OSHA Sets COVID Safety Rules for Health Care Workers

By Sheila Mulrooney Eldred for WebMD Health News

The U.S. Occupational Safety and Health Administration issued its long-awaited Emergency Temporary Standard for COVID-19 last week, surprising many by including only health care workers in the new emergency workplace safety rules.

The standards are an overdue step toward protecting healthcare workers, especially those working in long-term care facilities and home health care who are at greatly increased risk of infection,” says George Washington professor and former Assistant Secretary of Labor David Michaels, PhD. “OSHA’s failure to issue a COVID-specific standard in other high-risk industries, like meat and poultry processing, corrections, homeless shelters, and retail establishments is disappointing. If exposure is not controlled in these workplaces, they will continue to be important drivers of infections.”

With the new regulations in place, about 10.3 million health care workers at hospitals, nursing homes, and assisted living facilities, as well as emergency responders and home healthcare workers, should be guaranteed protection standards.

The new protections include supplying personal protective equipment and ensuring they are used properly (for example, mandatory checks of seals on respirators); screening everyone who enters the facility for COVID-19; ensuring proper ventilation; and establishing physical distancing requirements of 6 feet for unvaccinated workers. It also requires employers to give workers time off for vaccination. An anti-retaliation clause could shield workers who complain about unsafe conditions.

“The science tells us that health care workers, particularly those who come into regular contact with the virus, are most at risk at this point in the pandemic,” Labor Secretary Marty Walsh said on a press call. “So following an extensive review of the science and data, OSHA determined that a healthcare-specific safety requirement will make the biggest impact.”

But questions remain, said James Brudney, JD, a professor at Fordham Law School in New York City and former chief counsel of the U.S. Senate Subcommittee on Labor. The standard doesn’t address existing rules about a right to refuse unsafe work, for example, so employees may still feel they are risking their jobs to complain, despite the anti-retaliation clause.

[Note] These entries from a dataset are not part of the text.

import type { LevelRelation, MaterialAnalysis, RelationForms } from '@/lib/statistics/analysis-document'
import { required, withReasons } from '@/lib/statistics/document/attempt'
import {
  type LevelPoint,
  convergedLinearRelation,
  linearRelation,
  materialsLeftOut,
  powerRelation,
  proportionalRelation,
  proposedForm,
  relationQuality,
} from '@/lib/statistics/level-relation'

/**
 * The three forms for s_r and for s_R over the materials of one measurand, with the one that is proposed. Materials
 * without the mean or the standard deviation take no part; forms are compared on those that every one can use.
 *
 * Source: ISO 5725-2, 7.5; `level-relation.ts`.
 */
export function levelRelationBlock(materials: readonly MaterialAnalysis[]): LevelRelation {
  return {
    repeatability: forms(levelPoints(materials, ({ repeatability }) => repeatability.sd)),
    reproducibility: forms(levelPoints(materials, ({ reproducibility }) => reproducibility.sd)),
  }
}

function levelPoints(
  materials: readonly MaterialAnalysis[],
  sdOf: (material: MaterialAnalysis) => number | null,
): LevelPoint[] {
  return materials.flatMap((one) => {
    const sd = sdOf(one)
    return one.mean === null || sd === null ? [] : [{ material: one.material, mean: one.mean, sd }]
  })
}

const NOT_FITTED = 'The form could not be fitted.'

function forms(points: readonly LevelPoint[]): RelationForms {
  // Fits are compared on the same materials: those that every form can use.
  const common = points.filter(({ mean, sd }) => mean > 0 && sd > 0)
  const proportional = withReasons((attempt) => {
    const fit = attempt('b', () => proportionalRelation(points))
    const q = attempt('q', () => {
      const { b } = required(fit, NOT_FITTED)
      return relationQuality(common, (mean) => b * mean, 1)
    })
    return { b: fit?.b ?? null, q }
  })
  const linear = withReasons((attempt) => {
    const third = attempt('b', () => linearRelation(points))
    const q = attempt('q', () => {
      const { a, b } = required(third, NOT_FITTED)
      return relationQuality(common, (mean) => a + b * mean, 2)
    })
    return { a: third?.a ?? null, b: third?.b ?? null, q }
  })
  const linearConverged = withReasons((attempt) => {
    const fit = attempt('b', () => convergedLinearRelation(points))
    return { a: fit?.a ?? null, b: fit?.b ?? null }
  })
  const power = withReasons((attempt) => {
    const fit = attempt('d', () => powerRelation(points))
    const q = attempt('q', () => {
      const { c, d } = required(fit, NOT_FITTED)
      return relationQuality(common, (mean) => 10 ** (c + d * Math.log10(mean)), 2)
    })
    return { c: fit?.c ?? null, d: fit?.d ?? null, q }
  })
  return withReasons((attempt) => ({
    proportional,
    linear,
    linearConverged,
    power,
    proposed: attempt('proposed', () =>
      required(
        proposedForm({ proportional: proportional.q, linear: linear.q, power: power.q }),
        'No form could be compared.',
      ),
    ),
    leftOut: materialsLeftOut(points),
  }))
}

And although vaccinated employees don’t have to adhere to the same distancing and masking rules in many situations, the standard doesn’t spell out how employers should determine their workers’ vaccination status. Rather, that determination is left to employers through their own policies and procedures.

The Trump administration did not issue emergency standards, saying OSHA’s general rules were good enough. President Joe Biden took the opposite approach, calling for new standards on his first day in office. But the process took months longer than promised.

“I know it’s been a long time coming,” Walsh acknowledged on the press call. “Our health care workers from the very beginning have been put at risk.

While healthcare unions had asked for mandated safety standards sooner, National Nurses United, the country’s largest labor union for registered nurses, still welcomed the rules.

The new rules are “a major step toward requiring accountability for hospitals who consistently put their budget goals and profits over our health and safety,” Zenei Triunfo-Cortez, RN, one of the union’s three presidents, said in a statement.

The rules do not apply to retail pharmacies, out-patient clinics that screen non-employees for COVID-19, or certain other settings in which all employees are vaccinated and people with suspected or confirmed COVID-19 cannot enter.

The agency said it will work with states that have already issued local regulations, including Virginia and California, which have issued temporary standards of their own.

Employers will have 2 weeks to comply with most of the regulations after they’re published in the Federal Register. The standards will expire in 6 months but could then become permanent, as Virginia’s did in January.